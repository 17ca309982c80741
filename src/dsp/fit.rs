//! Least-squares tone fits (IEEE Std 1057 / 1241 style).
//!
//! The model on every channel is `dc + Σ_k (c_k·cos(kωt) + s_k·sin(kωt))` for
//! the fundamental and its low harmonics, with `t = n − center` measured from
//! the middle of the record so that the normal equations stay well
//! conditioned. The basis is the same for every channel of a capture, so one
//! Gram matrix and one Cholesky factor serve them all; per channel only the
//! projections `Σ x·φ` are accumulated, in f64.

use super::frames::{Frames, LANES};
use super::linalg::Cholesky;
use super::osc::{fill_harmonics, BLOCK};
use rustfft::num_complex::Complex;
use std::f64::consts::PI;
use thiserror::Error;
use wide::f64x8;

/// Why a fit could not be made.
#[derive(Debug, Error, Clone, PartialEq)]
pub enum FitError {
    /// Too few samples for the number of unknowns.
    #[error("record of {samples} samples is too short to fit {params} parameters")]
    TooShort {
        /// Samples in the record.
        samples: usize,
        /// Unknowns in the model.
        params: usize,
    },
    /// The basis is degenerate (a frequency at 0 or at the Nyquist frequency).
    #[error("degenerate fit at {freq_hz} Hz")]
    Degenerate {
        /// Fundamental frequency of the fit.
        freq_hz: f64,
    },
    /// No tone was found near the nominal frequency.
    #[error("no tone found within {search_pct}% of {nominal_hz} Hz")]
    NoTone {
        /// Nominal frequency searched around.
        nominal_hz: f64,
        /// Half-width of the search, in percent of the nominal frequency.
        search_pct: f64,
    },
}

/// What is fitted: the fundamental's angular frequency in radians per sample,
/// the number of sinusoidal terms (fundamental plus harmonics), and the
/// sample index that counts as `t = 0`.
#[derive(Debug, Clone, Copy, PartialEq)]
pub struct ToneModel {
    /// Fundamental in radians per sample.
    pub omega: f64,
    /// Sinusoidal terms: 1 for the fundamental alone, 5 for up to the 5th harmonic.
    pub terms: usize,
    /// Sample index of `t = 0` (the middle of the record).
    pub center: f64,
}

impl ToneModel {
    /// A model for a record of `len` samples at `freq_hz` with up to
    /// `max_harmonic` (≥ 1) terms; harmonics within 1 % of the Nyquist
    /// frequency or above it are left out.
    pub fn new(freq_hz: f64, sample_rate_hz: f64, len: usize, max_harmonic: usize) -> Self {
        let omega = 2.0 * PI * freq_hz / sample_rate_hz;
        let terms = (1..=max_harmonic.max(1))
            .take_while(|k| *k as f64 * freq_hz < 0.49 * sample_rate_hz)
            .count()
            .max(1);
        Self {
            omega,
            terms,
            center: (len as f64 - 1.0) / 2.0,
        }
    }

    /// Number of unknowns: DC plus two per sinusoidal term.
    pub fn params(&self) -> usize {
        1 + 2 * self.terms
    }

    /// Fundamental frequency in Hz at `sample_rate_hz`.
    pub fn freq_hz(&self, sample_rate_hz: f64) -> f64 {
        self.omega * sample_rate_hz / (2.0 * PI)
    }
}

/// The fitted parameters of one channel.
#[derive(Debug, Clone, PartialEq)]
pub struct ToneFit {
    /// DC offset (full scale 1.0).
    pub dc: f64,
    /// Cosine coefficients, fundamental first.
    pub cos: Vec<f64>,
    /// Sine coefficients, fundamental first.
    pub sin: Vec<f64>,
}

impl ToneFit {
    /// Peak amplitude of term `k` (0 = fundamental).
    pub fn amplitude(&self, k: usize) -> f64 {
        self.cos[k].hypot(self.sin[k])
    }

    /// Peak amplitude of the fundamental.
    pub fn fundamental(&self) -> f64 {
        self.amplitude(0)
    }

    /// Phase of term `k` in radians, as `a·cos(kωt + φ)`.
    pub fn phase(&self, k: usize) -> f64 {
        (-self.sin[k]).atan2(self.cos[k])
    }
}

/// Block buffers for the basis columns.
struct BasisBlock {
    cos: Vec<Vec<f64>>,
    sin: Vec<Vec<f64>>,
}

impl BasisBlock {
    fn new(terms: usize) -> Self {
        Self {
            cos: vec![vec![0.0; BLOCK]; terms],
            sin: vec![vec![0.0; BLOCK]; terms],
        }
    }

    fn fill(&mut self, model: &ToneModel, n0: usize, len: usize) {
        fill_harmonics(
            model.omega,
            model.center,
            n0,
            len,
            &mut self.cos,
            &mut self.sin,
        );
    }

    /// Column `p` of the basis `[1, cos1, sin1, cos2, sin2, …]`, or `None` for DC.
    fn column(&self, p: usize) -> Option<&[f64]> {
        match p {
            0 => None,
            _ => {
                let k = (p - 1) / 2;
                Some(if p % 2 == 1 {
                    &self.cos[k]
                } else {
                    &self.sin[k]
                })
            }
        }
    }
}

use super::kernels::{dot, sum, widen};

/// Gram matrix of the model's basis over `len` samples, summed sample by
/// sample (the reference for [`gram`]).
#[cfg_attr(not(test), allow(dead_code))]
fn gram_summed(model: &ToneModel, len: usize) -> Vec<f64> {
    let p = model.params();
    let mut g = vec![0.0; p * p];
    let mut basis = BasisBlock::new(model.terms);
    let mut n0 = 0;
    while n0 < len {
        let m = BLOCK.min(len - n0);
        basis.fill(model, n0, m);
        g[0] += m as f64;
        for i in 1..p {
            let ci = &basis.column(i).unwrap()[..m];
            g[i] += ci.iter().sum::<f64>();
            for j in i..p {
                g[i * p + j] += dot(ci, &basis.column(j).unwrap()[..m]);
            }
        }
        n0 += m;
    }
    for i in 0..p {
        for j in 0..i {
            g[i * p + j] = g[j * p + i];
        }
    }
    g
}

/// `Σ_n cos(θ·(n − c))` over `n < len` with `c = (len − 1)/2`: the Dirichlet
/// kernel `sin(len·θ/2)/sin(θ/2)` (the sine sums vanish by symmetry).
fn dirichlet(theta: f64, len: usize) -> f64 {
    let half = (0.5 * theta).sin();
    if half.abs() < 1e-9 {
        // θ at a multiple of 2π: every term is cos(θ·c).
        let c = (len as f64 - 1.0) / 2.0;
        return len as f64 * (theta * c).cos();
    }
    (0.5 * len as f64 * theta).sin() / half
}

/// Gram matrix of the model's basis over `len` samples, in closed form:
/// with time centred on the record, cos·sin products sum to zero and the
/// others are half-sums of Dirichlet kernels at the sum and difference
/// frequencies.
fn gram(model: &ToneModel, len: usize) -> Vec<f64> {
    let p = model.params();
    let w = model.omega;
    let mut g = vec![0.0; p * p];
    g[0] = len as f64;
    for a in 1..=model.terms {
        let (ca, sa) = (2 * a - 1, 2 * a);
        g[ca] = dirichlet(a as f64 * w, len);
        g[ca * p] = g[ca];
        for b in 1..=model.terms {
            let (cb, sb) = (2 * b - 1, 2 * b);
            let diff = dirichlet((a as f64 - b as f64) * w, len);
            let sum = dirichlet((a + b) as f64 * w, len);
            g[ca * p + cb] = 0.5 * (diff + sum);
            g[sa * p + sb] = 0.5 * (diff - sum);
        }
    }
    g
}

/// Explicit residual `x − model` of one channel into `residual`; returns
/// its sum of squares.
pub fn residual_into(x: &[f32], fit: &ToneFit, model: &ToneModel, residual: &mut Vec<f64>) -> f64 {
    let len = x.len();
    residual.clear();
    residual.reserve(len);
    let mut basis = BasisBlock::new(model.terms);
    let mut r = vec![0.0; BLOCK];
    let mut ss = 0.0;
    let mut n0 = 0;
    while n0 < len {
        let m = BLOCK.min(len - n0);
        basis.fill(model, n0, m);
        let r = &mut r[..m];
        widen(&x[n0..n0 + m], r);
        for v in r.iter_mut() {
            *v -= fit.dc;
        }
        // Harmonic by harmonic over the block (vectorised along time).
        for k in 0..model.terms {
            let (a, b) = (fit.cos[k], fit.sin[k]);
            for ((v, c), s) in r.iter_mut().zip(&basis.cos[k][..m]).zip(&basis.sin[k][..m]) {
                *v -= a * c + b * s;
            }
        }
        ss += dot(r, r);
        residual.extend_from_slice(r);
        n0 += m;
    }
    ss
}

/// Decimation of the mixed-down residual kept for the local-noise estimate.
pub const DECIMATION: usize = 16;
★ ★ ★ ★
- Work to complete
All lines from the beginning of the entries through the line marked "capture, so one" are to be output exactly; nothing else belongs in the answer.

- Expected answer
repository 17ca309982c80741
filename src/dsp/fit.rs
//! Least-squares tone fits (IEEE Std 1057 / 1241 style).
//!
//! The model on every channel is `dc + Σ_k (c_k·cos(kωt) + s_k·sin(kωt))` for
//! the fundamental and its low harmonics, with `t = n − center` measured from
//! the middle of the record so that the normal equations stay well
//! conditioned. The basis is the same for every channel of a capture, so one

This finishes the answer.